Exercise objective: This task calls for the complete listing below, reproduced exactly.

Working data:

- - - - -

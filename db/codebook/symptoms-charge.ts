import type { SymptomItem } from '@/lib/model/code-book'
import { BATTERY_GAS } from './cautions'
import { BOILING_BATTERY, UNPLUGGED_RUNS } from './cautions-charge'
import { WITH_BATTERY } from './gates-charge'
import { OWN_WORDS } from './sources'
import { told } from './told'

/** The complaint of a battery that is not charged, or boiled. */
export const CHARGE_SYMPTOMS: SymptomItem[] = [
  {
    kind: 'symptom',
    id: 'noCharge',
    name: 'Does not charge',
    gate: WITH_BATTERY,
    riderWords: [
      'not charging',
      'does not charge',
      'battery light on',
      'battery lamp on',
      'battery keeps going flat',
      'battery goes dead while riding',
      'new battery and still dead',
      'needs a jump every time',
      'low voltage on the dash',
      'voltage drops while riding',
      'volts show 11',
      'stator gone',
      'regulator gone',
      'lights go dim',
      'lights get brighter and dimmer',
      'bulbs keep blowing',
      'overcharging',
      'battery boils',
      'smells of rotten eggs',
      'smell of burnt plastic under the seat',
      'heated grips stopped',
      'high voltage warning',
    ],
    conditions: [
      told('lowVoltsRunning', 'Dash shows low volts or the battery lamp while it runs', 30, {
        statorFault: 72,
        regulatorFailed: 74,
        chargingPlugBurnt: 66,
        mainFuseOpen: 50,
        loadTooGreat: 44,
        groundPoor: 40,
        batteryFailed: 14,
        parasiticDrain: 2,
        regulatorOvercharges: 2,
      }),
      told('highVoltsRunning', 'Dash shows high volts, bulbs blow or flare', 2, {
        regulatorOvercharges: 86,
        batteryTerminalLoose: 12,
        groundPoor: 9,
        batteryFailed: 6,
      }),
      told('flatAfterStanding', 'Flat after standing, well while it runs', 8, {
        parasiticDrain: 88,
        batteryFailed: 68,
        batteryTerminalLoose: 18,
        mainFuseOpen: 3,
      }),
      told('slowOrLoaded', 'Only at walking pace, or with lamps, heaters or winch on', 6, {
        loadTooGreat: 86,
        statorFault: 22,
        batteryFailed: 14,
        chargingPlugBurnt: 14,
      }),
      told('burntPlastic', 'Smell of hot plastic or a hot plug', 3, {
        chargingPlugBurnt: 62,
        regulatorFailed: 14,
        statorFault: 12,
        regulatorOvercharges: 10,
        mainFuseOpen: 12,
        keySwitchHarness: 14,
      }),
      told('rottenEggs', 'Smell of rotten eggs, battery wet, hot or swollen', 2, {
        regulatorOvercharges: 68,
        batteryFailed: 20,
      }),
      told('withBumps', 'Comes and goes with bumps or the bars', 5, {
        batteryTerminalLoose: 66,
        keySwitchHarness: 62,
        groundPoor: 48,
        chargingPlugBurnt: 46,
        mainFuseOpen: 12,
        regulatorFailed: 4,
      }),
      told('onlyWhenHot', 'Charges cold, stops when hot', 5, {
        statorFault: 46,
        regulatorFailed: 36,
        chargingPlugBurnt: 26,
      }),
      told('sinceJumpStart', 'Since a jump start, a new battery, winching or welding', 7, {
        mainFuseOpen: 66,
        regulatorFailed: 34,
        regulatorOvercharges: 22,
        batteryTerminalLoose: 34,
        loadTooGreat: 26,
      }),
      told('newBatteryNoHelp', 'A new battery went flat as well', 26, {
        statorFault: 46,
        regulatorFailed: 46,
        chargingPlugBurnt: 44,
        parasiticDrain: 52,
        loadTooGreat: 42,
        batteryFailed: 2,
      }),
      told('afterMudWater', 'After deep water or mud', 10, {
        chargingPlugBurnt: 36,
        regulatorFailed: 20,
        groundPoor: 34,
        batteryFailed: 4,
      }),
    ],
    opens: 'suspects',
    cautions: [BOILING_BATTERY, BATTERY_GAS, UNPLUGGED_RUNS],
    firstLook: ['batteryCaseLook', 'chargingPlugLook', 'chargeFuseLook', 'extraLoadLook'],
    twoWrongOf100: 12,
    source: `${OWN_WORDS}; two wrong in 12 of 100: a battery and what emptied it, a plug and what heated it (guess)`,
  },
]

- - - - -

Task answer:
filename db/codebook/symptoms-charge.ts
import type { SymptomItem } from '@/lib/model/code-book'
import { BATTERY_GAS } from './cautions'
import { BOILING_BATTERY, UNPLUGGED_RUNS } from './cautions-charge'
import { WITH_BATTERY } from './gates-charge'
import { OWN_WORDS } from './sources'
import { told } from './told'

/** The complaint of a battery that is not charged, or boiled. */
export const CHARGE_SYMPTOMS: SymptomItem[] = [
  {
    kind: 'symptom',
    id: 'noCharge',
    name: 'Does not charge',
    gate: WITH_BATTERY,
    riderWords: [
      'not charging',
      'does not charge',
      'battery light on',
      'battery lamp on',
      'battery keeps going flat',
      'battery goes dead while riding',
      'new battery and still dead',
      'needs a jump every time',
      'low voltage on the dash',
      'voltage drops while riding',
      'volts show 11',
      'stator gone',
      'regulator gone',
      'lights go dim',
      'lights get brighter and dimmer',
      'bulbs keep blowing',
      'overcharging',
      'battery boils',
      'smells of rotten eggs',
      'smell of burnt plastic under the seat',
      'heated grips stopped',
      'high voltage warning',
    ],
    conditions: [
      told('lowVoltsRunning', 'Dash shows low volts or the battery lamp while it runs', 30, {
        statorFault: 72,
        regulatorFailed: 74,
        chargingPlugBurnt: 66,
        mainFuseOpen: 50,
        loadTooGreat: 44,
        groundPoor: 40,
        batteryFailed: 14,
        parasiticDrain: 2,
        regulatorOvercharges: 2,
      }),
      told('highVoltsRunning', 'Dash shows high volts, bulbs blow or flare', 2, {
        regulatorOvercharges: 86,
        batteryTerminalLoose: 12,
        groundPoor: 9,
        batteryFailed: 6,
      }),
      told('flatAfterStanding', 'Flat after standing, well while it runs', 8, {
        parasiticDrain: 88,
        batteryFailed: 68,
        batteryTerminalLoose: 18,
        mainFuseOpen: 3,
      }),
      told('slowOrLoaded', 'Only at walking pace, or with lamps, heaters or winch on', 6, {
        loadTooGreat: 86,
        statorFault: 22,
        batteryFailed: 14,
        chargingPlugBurnt: 14,
      }),
      told('burntPlastic', 'Smell of hot plastic or a hot plug', 3, {
        chargingPlugBurnt: 62,
        regulatorFailed: 14,
        statorFault: 12,
        regulatorOvercharges: 10,
        mainFuseOpen: 12,
        keySwitchHarness: 14,
      }),
      told('rottenEggs', 'Smell of rotten eggs, battery wet, hot or swollen', 2, {
        regulatorOvercharges: 68,
        batteryFailed: 20,
      }),
      told('withBumps', 'Comes and goes with bumps or the bars', 5, {
        batteryTerminalLoose: 66,
        keySwitchHarness: 62,
        groundPoor: 48,
        chargingPlugBurnt: 46,
        mainFuseOpen: 12,
        regulatorFailed: 4,
      }),
      told('onlyWhenHot', 'Charges cold, stops when hot', 5, {
        statorFault: 46,
        regulatorFailed: 36,
        chargingPlugBurnt: 26,
      }),
      told('sinceJumpStart', 'Since a jump start, a new battery, winching or welding', 7, {
        mainFuseOpen: 66,
        regulatorFailed: 34,
        regulatorOvercharges: 22,
        batteryTerminalLoose: 34,
        loadTooGreat: 26,
      }),
      told('newBatteryNoHelp', 'A new battery went flat as well', 26, {
        statorFault: 46,
        regulatorFailed: 46,
        chargingPlugBurnt: 44,
        parasiticDrain: 52,
        loadTooGreat: 42,
        batteryFailed: 2,
      }),
      told('afterMudWater', 'After deep water or mud', 10, {
        chargingPlugBurnt: 36,
        regulatorFailed: 20,
        groundPoor: 34,
        batteryFailed: 4,
      }),
    ],
    opens: 'suspects',
    cautions: [BOILING_BATTERY, BATTERY_GAS, UNPLUGGED_RUNS],
    firstLook: ['batteryCaseLook', 'chargingPlugLook', 'chargeFuseLook', 'extraLoadLook'],
    twoWrongOf100: 12,
    source: `${OWN_WORDS}; two wrong in 12 of 100: a battery and what emptied it, a plug and what heated it (guess)`,
  },
]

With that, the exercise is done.